Ricky
Ricky

Reputation: 13

Question about Django tutorial official part3 html code

I have a question about the js code when I'am learning on Django official tutorial part3. In the "Raising a 404 error" section, the official code use following code to display the "question_text" in object called "question":

{{ question }}

I don't understand why this code could work. The "question" is not a string but a object. It should be "question.question_text" .

views.py

def detail(request, question_id):
    try:
        question = Question.objects.get(pk=question_id)
    except Question.DoesNotExist:
        raise Http404("Question does not exist")
    return render(request, 'polls/detail.html', {'question': question})

models.py

class Question(models.Model):
    question_text = models.CharField(max_length=200)
    pub_date = models.DateTimeField('datepublished')

    def __str__(self):
        return self.question_text

    def was_published_recently(self):
        return self.pub_date >= timezone.now()-datetime.timedelta(days=1)

Besides, It works when I use the code {{ question.question_text }} So, I want to know why those two can have same output.

Upvotes: 1

Views: 140

Answers (1)

willeM_ Van Onsem
willeM_ Van Onsem

Reputation: 477308

Because you defined a __str__ for the object:

class Question(models.Model):

    # ...

    def __str__(self):
        return self.question_text

Django implicitly calls str(..) over the variables. In case you did not override the __str__ it would still render something: the __str__ of the superclass. The same happens for non-model objects (like ints, lists, tuples, custom class objects, etc.).

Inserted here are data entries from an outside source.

"""The basis of a forecast: what recorded runs of one program cost, freed of where and how they ran.

Durations are those of the clock, which hold what other programs took; several runs are averaged task by task. From
each, the slowing that its own crowding explains is taken out, so that it can be put in again for another number of
workers. It holds too how much the same task differed from run to run, from which intervals are drawn.
"""

from __future__ import annotations

from collections.abc import Sequence
from dataclasses import dataclass, replace

import numpy as np

from breakstep.forecast.crowd import Load, kernel_stretch, python_stretch
from breakstep.forecast.lift import Lifted, lift_all
from breakstep.forecast.measured import Dispatch, dispatch_of
from breakstep.forecast.program import CostTables, Floats, Program, program_of
from breakstep.forecast.rims import rim_bytes_of
from breakstep.profile.frames import words_of
from breakstep.profile.run import Profile

ROUNDS = 4  # crowding changes durations by ten or twenty percent and is changed by them by as much of that
CONTROL = ("value", "control")  # what a transfer is called that carries no tile data


@dataclass(frozen=True)
class Noise:
    """How much costs differ.

    Attributes
    ----------
    runs : ndarray of float64
        Each run's work over the mean of all runs, in its mode.
    tasks : dict of str to ndarray of float64
        By stage, each task's duration over what it was expected to be.
    """

    runs: Floats
    tasks: dict[str, Floats]


@dataclass(frozen=True)
class Basis:
    """Recorded runs of one program.

    Attributes
    ----------
    runs : tuple of Lifted
    program : Program
        With costs as on an idle machine.
    dispatch : Dispatch
    noise : Noise
    tables : tuple of CostTables
        Costs of each run as on an idle machine; the program has their mean.
    """

    runs: tuple[Lifted, ...]
    program: Program
    dispatch: Dispatch
    noise: Noise
    tables: tuple[CostTables, ...]

    @property
    def first(self) -> Lifted:
        """The run whose place and placement count as the recorded ones."""
        return self.runs[0]


def basis_of(profiles: Sequence[Profile]) -> Basis:
    """Put recorded runs of one program together.

    Raises
    ------
    ProfileError
        A run did not complete, or they are not runs of one program.
    """
    runs = tuple(lift_all(profiles))
    dispatch = dispatch_of(runs)
    tables = [_tables(run, dispatch) for run in runs]
    program = program_of(runs[0], _mean(tables))
    sender = next((run for run in runs if len(run.profile.transfers)), runs[0])
    program = replace(program, rim_bytes=rim_bytes_of(sender, program))
    return Basis(runs, program, dispatch, _noise(runs, tables, program), tuple(tables))


def _tables(run: Lifted, dispatch: Dispatch) -> CostTables:
    """One run's costs with its crowding taken out."""
    kernel = recorded_stretch(run, dispatch)[run.worker]
    python = python_stretch(run.workers, dispatch)
    costs = run.costs
    return CostTables(
        kernel={step: values / (1.0 if step in run.timed else kernel) for step, values in costs.kernel.items()},
        surface=(costs.halo + costs.pack) / python,
        rest=costs.rest / python,
        output=run.output.astype(np.float64),
    )


def recorded_stretch(run: Lifted, dispatch: Dispatch) -> Floats:
    """How many times as long kernels took on each worker as on an idle machine, worked out as replays do."""
    costs, stretch = run.costs, np.ones(run.workers)
    kernels = sum((values.astype(np.float64) for values in costs.kernel.values()), np.zeros(run.start.shape))
    python = float((costs.halo + costs.pack + costs.rest).sum())
    for _ in range(ROUNDS):
        stretch = kernel_stretch(recorded_load(run, python + float((kernels / stretch[run.worker]).sum())), dispatch)
    return stretch


def recorded_load(run: Lifted, work_ns: float) -> Load:
    """How busy the machine of recording was, with so much time in tasks were it not crowded [ns]."""
    lasted = run.end - run.start
    busy = np.bincount(run.worker.reshape(-1), lasted.reshape(-1), minlength=run.workers)
    return Load(
        busy=busy / max(run.threads * run.span_ns, 1),
        threads=run.threads,
        cores=run.cores,
        nodes=1,
        work_ns=work_ns,
        messages=float(colliding(run)),
    )


def colliding(run: Lifted) -> int:
    """Transfers that take processor time from tasks: in lockstep, control passes while tasks stand still anyway."""
    moved = run.profile.transfers
    if not run.is_lockstep or not len(moved):
        return len(moved)
    field, fields = words_of(moved, "field")
    return int(np.sum(~np.isin(field, [code for code, name in enumerate(fields) if name in CONTROL])))


def _mean(tables: Sequence[CostTables]) -> CostTables:
    steps = dict.fromkeys(step for table in tables for step in table.kernel)
    nothing = np.zeros_like(tables[0].rest)
    return CostTables(
        kernel={step: np.mean([table.kernel.get(step, nothing) for table in tables], axis=0) for step in steps},
        surface=np.mean([table.surface for table in tables], axis=0),
        rest=np.mean([table.rest for table in tables], axis=0),
        output=tables[0].output,
    )


def _noise(runs: Sequence[Lifted], tables: Sequence[CostTables], program: Program) -> Noise:
    """From run to run where there are several; else from each task's clock time over its processor time."""
    totals = np.array([table.duration({}).sum() for table in tables])
    modes = np.array([run.is_lockstep for run in runs])
    level = np.ones(len(runs))
    for mode in np.unique(modes):
        level[modes == mode] = totals[modes == mode] / np.mean(totals[modes == mode])
    if len(runs) > 1:
        mean = program.costs.duration({})
        scale = totals / totals.mean()
        ratios = [table.duration({}) / np.maximum(mean * s, 1.0) for table, s in zip(tables, scale, strict=True)]
    else:
        ratios = [_stalls(runs[0])]
    return Noise(level, {stage: _pool(program, stage, ratios) for stage in program.stages})


def _stalls(run: Lifted) -> Floats:
    wall = sum((w.astype(np.float64) for w in run.costs.kernel.values()), np.zeros(run.start.shape))
    cpu = sum((c.astype(np.float64) for c in run.costs.cpu.values()), np.zeros(run.start.shape))
    return np.where(cpu > 0, wall / np.maximum(cpu, 1.0), 1.0)


def _pool(program: Program, stage: str, ratios: Sequence[Floats]) -> Floats:
    """Ratios of one stage's tasks, made to have the mean 1: noise must not move the middle of a forecast."""
    rows = [phase.cost for phase in program.phases if phase.stage == stage]
    pool = np.concatenate([one[rows].reshape(-1) for one in ratios])
    pool = pool[pool > 0]
    return pool / pool.mean() if len(pool) else np.ones(1)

Since models by default have a __str__ that looks approximately like Model object (id), if you do not override the __str__ (nor some superclass in between), then it will thus render the object that way. So if you would not provide a __str__ yourself, it would look like Question object (123) (with 123 the id of the object).

Note that you by writing {{ question }} thus depend on the __str__ function: if you later change the __str__, the rendering will change. So in case you need the question_text, it is better to do this explicitly.